Now, say you plug in all of your numbers & calculate your annual overhead expenses come to $50,000 (don't forget to depreciate your tools. For example I estimate my table saw will last 5 years. Say it cost $500. I can deduce that I will spend $100 a year on table saws. Do this with your vehicle, equipment, etc..)


Now the tricky part is estimating how much business you will do for the year (this is the trouble I'm having, personally). The longer you are in business, the easier this may become. Let's say you figure you will do $150,000 of business for the year.

You want your company to profit, (plan on 8-10% for profit--this doesn't include your salary--pay yourself as an employee. This number is the profit for the company, not for you.)so let's say you want 10% 

HERE'S WHAT WE KNOW SO FAR:

ANNUALLY:
Projected Sales Volume: $150,000
Overhead expenses: $50,000
Net Profit: 10%

OVERHEAD ($50,000) + NET PROFIT ($15,000 or 10% of $150000)= $65,000

Now, you need to calculate PROJECTED job costs.

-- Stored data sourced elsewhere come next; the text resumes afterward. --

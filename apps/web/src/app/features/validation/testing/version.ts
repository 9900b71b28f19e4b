import type { HalvesRow, PartitionAuc, Replication, Stability, StabilityRow, ValidationWork } from '@tallystone/contracts/validation/schema';
import type { Version } from '@tallystone/contracts/versions/schema';

const sha = 'ab'.repeat(32);

/** An invented version, frozen and not submitted: the monitoring plan is missing. */
export const frozen: Version = {
  id: 'v1',
  modelId: 'm1',
  modelName: 'Personal loans',
  inventoryNumber: 'M-0001',
  number: 2,
  state: 'In development',
  awaitingCompliance: false,
  returned: false,
  fitId: 'f1',
  fitName: 'Lasso',
  kept: 8,
  fingerprint: sha,
  frozenBy: 'Marian',
  frozenAt: '2026-11-03T13:00:00Z',
  waitingFor: 'its modeller to submit',
  erased: null,
  specificationSha256: sha,
  resultSha256: sha,
  dataSha256: sha,
  codeVersion: '1.0.0',
  note: '',
  intercept: 1.2,
  lambda: 0.0095,
  acts: [
    { id: 'a1', act: 'freeze', from: null, to: 'In development', conclusion: null, conditions: [], statement: '', by: 'Marian', byId: 'p1', role: 'modeller', at: '2026-11-03T13:00:00Z' },
  ],
  gates: [
    {
      act: 'submit',
      open: false,
      items: [
        { code: 'exclusions-reconcile', label: 'Exclusions reconcile', holds: true, detail: 'All rows.', path: '/models/m1/sample/s1' },
        { code: 'reason-texts', label: 'A reason text for each', holds: false, detail: 'Without: age.', path: '/models/m1/scorecard?fit=f1' },
        { code: 'monitoring-plan', label: 'Monitoring plan present', holds: false, detail: 'Say what is watched.', path: '/models/m1/version/v1' },
      ],
    },
    { act: 'conclude', open: true, items: [{ code: 'replication-matches', label: 'A replication', holds: true, detail: '1 of 1.', path: null }] },
    { act: 'accept', open: true, items: [] },
  ],
  abilities: ['submit', 'write-texts'],
  refusals: {},
};

export const halvesRow = (place: string, change: Partial<HalvesRow> = {}): HalvesRow => ({
  place,
  label: place,
  modeller: 0.5,
  validator: 0.5,
  difference: 0,
  tolerance: 1e-6,
  meets: true,
  ...change,
});

export const replication = (change: Partial<Replication> = {}): Replication => ({
  evidenceId: `e${change.evidenceNumber ?? 6}`,
  evidenceNumber: 6,
  method: 'same code',
  matches: true,
  compared: 2155,
  differing: 0,
  largestDifference: 4e-13,
  rows: [
    halvesRow('intercept'),
    halvesRow('lambda'),
    halvesRow('characteristics[0].coefficient'),
    halvesRow('characteristics[0].bins[0].pointsRounded', { modeller: 12, validator: 12 }),
    halvesRow('characteristics[0].bins[1].pointsRounded', { modeller: 30, validator: 30 }),
  ],
  scoresCompared: 1000,
  scoresEqual: true,
  performance: [],
  challenge: null,
  dataSha256: sha,
  specificationSha256: sha,
  codeVersion: '1.0.0',
  seconds: 2,
  by: 'Vera',
  at: '2026-11-04T09:00:00Z',
  ...change,
});

export const partition = (name: PartitionAuc['partition'], auc: number, change: Partial<PartitionAuc> = {}): PartitionAuc => ({
  partition: name,
  rows: 700,
  goods: 490,
  bads: 210,
  auc,
  standardError: 0.02,
  lower: auc - 0.04,
  upper: auc + 0.04,
  ks: 0.5,
  brier: 0.15,
  calibrationInTheLarge: 0,
  calibrationSlope: 1.1,
  hosmerLemeshow: { statistic: 9.784, groups: 10, degreesOfFreedom: 8, pValue: 0.2804 },
  ...change,
});

export const stabilityRow = (column: string, change: Partial<StabilityRow> = {}): StabilityRow => ({
  column,
  label: column,
  coefficient: 0.6,
  selected: 1,
  sameSign: 1,
  lower: 0.4,
  upper: 0.8,
  bins: [{ label: 'low', points: -10, lower: -14, upper: -6 }],
  ...change,
});

export const stability = (rows: StabilityRow[]): Stability => ({
  evidenceId: 'e8',
  evidenceNumber: 8,
  resamples: 200,
  seed: 1,
  lambda: 0.0095,
  rows,
  notConverged: 0,
  by: 'Vera',
  at: '2026-11-04T09:00:00Z',
});

export const work = (change: Partial<ValidationWork> = {}): ValidationWork => ({
  replications: [],
  stability: [],
  runIds: [],
  performance: [partition('development', 0.84), partition('holdOut', 0.82)],
  abilities: ['replicate', 'study-stability'],
  ...change,
});
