/**
 * The bench in the browser, on characteristics of the demo that nothing else looks at: a cut that is dragged, the same by keys, undo and redo, and two
 * people who edit at once. Each test leaves the bins as they were classed.
 */
test.describe.configure({ mode: 'serial', timeout: 120_000 });
test.use({ actionTimeout: 20_000 });

/** The bench of one characteristic as it is on a page. */
class BenchOnPage {
  readonly edits: Locator;
  readonly bins: Locator;

  constructor(
    readonly page: Page,
    private readonly demo: DemoPlaces,
    private readonly column: string,
  ) {
    this.edits = page.getByRole('region', { name: 'Edits by hand' });
    this.bins = page.getByRole('table', { name: /^Bins,\s+Development$/ });
  }

  async open(): Promise<void> {
    await this.page.goto(`/models/${this.demo.modelId}/binning/${this.demo.binningId}/${this.id}?axis=rows`);
    await expect(this.edits).toContainText('as they were classed automatically');
    await expect(this.cut(1)).toBeVisible();
  }

  get id(): string {
    return this.demo.characteristics[this.column];
  }

  /** A notch, counted from 1. */
  cut = (number: number): Locator => this.page.getByRole('slider', { name: new RegExp(`^Cut ${number} of`) });
  cuts = (): Locator => this.page.getByRole('slider', { name: /^Cut \d+ of/ });
  valueOf = async (cut: Locator): Promise<number> => Number(await cut.getAttribute('aria-valuenow'));
  row = async (name: string): Promise<string[]> =>
    this.bins
      .getByRole('row')
      .filter({ has: this.page.getByRole('rowheader', { name, exact: true }) })
      .getByRole('cell')
      .allInnerTexts();
  saved = async (): Promise<void> => expect(this.page.getByText(/^Saved /)).toBeVisible();

  async stored(): Promise<CharacteristicDetail> {
    const answer = await this.page.request.get(`/api/binnings/${this.demo.binningId}/characteristics/${this.id}`);
    return (await answer.json()) as CharacteristicDetail;
  }

  /** As they were classed, and saved so. */
  async reset(): Promise<void> {
    await this.page.getByRole('button', { name: 'Reset to automatic' }).click();
    await expect.poll(async () => (await this.stored()).edits).toBe(0);
  }
}

const two = (value: number | null): string =>
  (value ?? 0)
    .toFixed(2)
    .replace('-', '\u2212')
    .replace(/^\u2212(0\.00)$/, '$1');

test('a cut is dragged: counts and WOE follow at once, and are what the server saves', async ({ page, signInAs }) => {
  await signInAs('modeller');
  const bench = new BenchOnPage(page, await readDemoPlaces(page), 'oldest_line_months');
  await bench.open();
  const cut = bench.cut(3);
  const before = { value: await bench.valueOf(cut), woe: await bench.row('WOE'), share: await bench.row('Share') };

  const box = (await cut.locator('.vee').boundingBox())!;
  const [x, y] = [box.x + box.width / 2, box.y + 4];
  await page.mouse.move(x, y);
  await page.mouse.down();
  await page.mouse.move(x + 45, y, { steps: 6 });
  // Still held: everything has followed, and nothing is an edit yet.
  await expect.poll(() => bench.valueOf(cut)).toBeGreaterThan(before.value);
  expect(await bench.row('WOE')).not.toEqual(before.woe);
  expect(await bench.row('Share')).not.toEqual(before.share);
  await expect(bench.edits).toContainText('as they were classed automatically');
  await page.mouse.up();

  const value = await bench.valueOf(cut);
  await expect(bench.edits).toContainText(`Cut moved from ${before.value} to ${value}`);
  await bench.saved();
  const stored = await bench.stored();
  expect(stored.current).toMatchObject({ kind: 'numeric' });
  expect(stored.current.kind === 'numeric' && stored.current.edges[2]).toBe(value);
  const reading = readBench(stored.fine, stored.current);
  expect((await bench.row('WOE')).filter((cell) => /\d/.test(cell))).toEqual(
    reading.bins
      .filter(({ figures }) => (figures.development?.rows ?? 0) > 0)
      .map(({ figures }) => two(figures.development?.woe ?? null)),
  );
  expect(stored.informationValue).toBe(reading.informationValue);
  await bench.reset();
  expect(await bench.row('WOE')).toEqual(before.woe);
});

test('the same by keys: moved, taken out, typed; undone and redone', async ({ page, signInAs }) => {
  await signInAs('modeller');
  const bench = new BenchOnPage(page, await readDemoPlaces(page), 'oldest_line_months');
  await bench.open();
  const [cut, count] = [bench.cut(2), await bench.cuts().count()];
  const start = await bench.valueOf(cut);
  const woe = await bench.row('WOE');

  await cut.focus();
  await page.keyboard.press('ArrowRight');
  await expect.poll(() => bench.valueOf(cut)).toBeGreaterThan(start);
  const moved = await bench.valueOf(cut);
  expect(await bench.row('WOE')).not.toEqual(woe);
  await page.keyboard.press('Delete');
  await expect(bench.cuts()).toHaveCount(count - 1);

  await page.keyboard.press('Control+z');
  await expect(bench.cuts()).toHaveCount(count);
  expect(await bench.valueOf(cut)).toBe(moved);
  await page.keyboard.press('Control+z');
  await expect.poll(() => bench.valueOf(cut)).toBe(start);
  expect(await bench.row('WOE')).toEqual(woe);
  await page.getByRole('button', { name: 'Redo' }).click();
  await expect.poll(() => bench.valueOf(cut)).toBe(moved);
  await page.keyboard.press('Control+Shift+z');
  await expect(bench.cuts()).toHaveCount(count - 1);
  await page.getByRole('button', { name: 'Undo' }).click();
  await expect(bench.cuts()).toHaveCount(count);

  // A value inside a fine class: the class is split there, from the stored column.
  await cut.focus();
  await page.keyboard.press('Enter');
  const field = page.getByRole('spinbutton', { name: 'Selected cut at' });
  await expect(field).toBeFocused();
  await field.fill(String(moved + 0.5));
  await page.keyboard.press('Enter');
  await expect.poll(() => bench.valueOf(cut)).toBe(moved + 0.5);
  await bench.saved();
  await expect.poll(async () => (await bench.stored()).current).toMatchObject({ edges: expect.arrayContaining([moved + 0.5]) });

  // A bin is merged with the next and split again; the letter a leads to the field for a new cut.
  const head = bench.bins.getByRole('columnheader').getByRole('button').first();
  await head.focus();
  await page.keyboard.press('m');
  await expect(bench.cuts()).toHaveCount(count - 1);
  await head.focus();
  await page.keyboard.press('s');
  await expect(bench.cuts()).toHaveCount(count);
  await expect(bench.edits).toContainText(/Split .* at /);
  await page.keyboard.press('a');
  await expect(page.getByRole('spinbutton', { name: 'New cut at' })).toBeFocused();
  await bench.reset();
});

If your O&P is $65,000 and your projected sales volume is $150,000, then you know your projected job costs are the difference, or $85,000

The markup you need to charge ON ALL OF YOUR JOBS FOR THE YEAR is calculated with these numbers.

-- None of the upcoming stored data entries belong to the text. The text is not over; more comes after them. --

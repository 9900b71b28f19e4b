import { HttpErrorResponse, type HttpInterceptorFn } from '@angular/common/http';
import { inject } from '@angular/core';
import { catchError, throwError } from 'rxjs';
import { Session } from '../session';
import { problemFrom } from './problem';

/** Every failed answer becomes a typed Problem. */
export const problemInterceptor: HttpInterceptorFn = (request, next) =>
  next(request).pipe(
    catchError((error: unknown) => throwError(() => (error instanceof HttpErrorResponse ? problemFrom(error) : error))),
  );

/**
 * A 401 on anything but the session itself means that the session has ended (idle, disabled, roles changed, ended from elsewhere): the
 * person is taken to sign-in and comes back to the page they were on. A wrong password is a 401 of /api/session and stays on its page.
 */
export const signedOutInterceptor: HttpInterceptorFn = (request, next) => {
  const session = inject(Session);
  return next(request).pipe(
    catchError((error: unknown) => {
      const ended = error instanceof HttpErrorResponse && error.status === 401;
      if (ended && !request.url.startsWith('/api/session')) session.ended();
      return throwError(() => error);
    }),
  );
};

take the Projected Sales Volume of $150,000
divide this number by your job costs of $85,000

the number you get from this (1.78) is what you need to charge for markup.

Here's an example.

Say you sell a remodel (these numbers are all arbitrary)

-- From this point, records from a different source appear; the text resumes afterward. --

/** Writes codes of packs, and where each code's bins are; returns sums of weights by fold and bin. */
function layOutCodes(
  problem: CodedProblem,
  on: {
    packs: readonly Pack[];
    codedPlaces: readonly number[];
    internal: readonly InternalColumn[];
    bins: number;
    order: Uint32Array;
    slots: Uint32Array;
    blocks: readonly { rows: number; fold: number }[];
    foldCount: number;
    u8: Uint8Array;
    i32: Int32Array;
    at: Places;
    kept: readonly number[];
    earlier: LayoutOptions['earlier'];
  },
): Float64Array {
  const { packs, codedPlaces, internal, bins, order, blocks, foldCount, u8, i32, at, kept, earlier } = on;
  const { columns, weights } = problem;
  const binWeights = new Float64Array(foldCount * bins);
  const before = earlier ? new Uint8Array(earlier.layout.machine.buffer) : u8;
  let column = 0;
  let firstCode = 0;
  let decode = at.columnTable + internal.length * 8;
  packs.forEach((pack, p) => {
    i32.set([firstCode, pack.codes, column, pack.members.length], (at.packTable >> 2) + p * 4);
    const byCode = new Float64Array(foldCount * pack.codes);
    const sources = pack.members.map((member) => {
      const own = columns[codedPlaces[member]];
      return own.kind === 'coded' ? own.codes : new Uint8Array(0);
    });
    const { strides } = pack;
    let s = 0;
    for (let b = 0; b < blocks.length; b++) {
      const { rows, fold } = blocks[b];
      const to = at.codes + (b * packs.length + p) * BLOCK;
      const sums = fold * pack.codes;
      if (p < kept.length && earlier) {
        const from = earlier.layout.at.codes + (b * earlier.layout.packs.length + kept[p]) * BLOCK;
        for (let i = 0; i < rows; i++) u8[to + i] = before[from + i];
      } else packBlock(sources, strides, order, s, rows, u8, to);
      for (let i = 0; i < rows; i++) byCode[sums + u8[to + i]] += weights ? weights[order[s + i]] : 1;
      s += rows;
    }
    pack.members.forEach((_, k) => {
      const { firstBin, bins: own } = internal[column + k];
      i32.set([firstBin, decode], (at.columnTable >> 2) + (column + k) * 2);
      for (let code = 0; code < pack.codes; code++) {
        const bin = Math.floor(code / strides[k]) % own;
        u8[decode + code] = bin;
        for (let fold = 0; fold < foldCount; fold++) binWeights[fold * bins + firstBin + bin] += byCode[fold * pack.codes + code];
      }
      decode += pack.codes;
    });
    column += pack.members.length;
    firstCode += pack.codes;
  });
  return binWeights;
}

function packBlock(
  sources: readonly Uint8Array[],
  strides: readonly number[],
  order: Uint32Array,
  first: number,
  rows: number,
  u8: Uint8Array,
  to: number,
): void {
  const [a] = sources;
  for (let i = 0; i < rows; i++) u8[to + i] = a[order[first + i]];
  for (let k = 1; k < sources.length; k++) {
    const source = sources[k];
    const stride = strides[k];
    for (let i = 0; i < rows; i++) u8[to + i] += source[order[first + i]] * stride;
  }
}

function layOutLinear(
  problem: CodedProblem,
  on: {
    linearPlaces: readonly number[];
    order: Uint32Array;
    slots: Uint32Array;
    blocks: readonly { fold: number }[];
    foldCount: number;
    f32: Float32Array;
    f64: Float64Array;
    at: Places;
  },
): { linearCentre: Float64Array; linearScale: Float64Array; linearMoments: Float64Array } {
  const { linearPlaces, order, slots, blocks, foldCount, f32, f64, at } = on;
  const { weights } = problem;
  const count = linearPlaces.length;
  const linearCentre = new Float64Array(count);
  const linearScale = new Float64Array(count);
  const linearMoments = new Float64Array(foldCount * count * 2);
  linearPlaces.forEach((place, j) => {
    const { values } = problem.columns[place];
    let total = 0;
    let mean = 0;
    const first = values[order[0]];
    for (const i of order) {
      const w = weights ? weights[i] : 1;
      total += w;
      mean += w * (values[i] - first);
    }
    const centre = first + mean / total;
    // Squared as shares of the largest distance: on scales of 1e-300 or 1e300 the squares themselves would vanish or overflow.
    let furthest = 0;
    for (const i of order) furthest = Math.max(furthest, Math.abs(values[i] - centre));
    let variance = 0;
    if (furthest > 0) for (const i of order) variance += (weights ? weights[i] : 1) * ((values[i] - centre) / furthest) ** 2;
    const scale = furthest * Math.sqrt(variance / total);
    linearCentre[j] = centre;
    linearScale[j] = scale;
    for (let s = 0; s < order.length; s++) {
      const i = order[s];
      const slot = slots[s];
      const z = scale > 0 ? (values[i] - centre) / scale : 0;
      const to = (slot >> 8) * count * BLOCK + j * BLOCK + (slot & 255);
      f32[(at.linear32 >> 2) + to] = z;
      f64[(at.linear64 >> 3) + to] = z;
      const { fold } = blocks[slot >> 8];
      const w = weights ? weights[i] : 1;
      linearMoments[(fold * count + j) * 2] += w * z;
      linearMoments[(fold * count + j) * 2 + 1] += w * z * z;
    }
  });
  return { linearCentre, linearScale, linearMoments };
}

You figure that the salary for you, your guys, subs, etc.. is $25,000.
you figure the materials are $50,000.
the remaining job costs are $25,000.

YOUR TOTAL JOB COSTS = $100,000
YOUR MARKUP THAT YOU CALCULATED IS: 1.78

Your quote has to be for $178,000 for this job to cover all of your overhead & profit. Anything less and begin to lose profit. Anything less than that, then you take the job at a loss!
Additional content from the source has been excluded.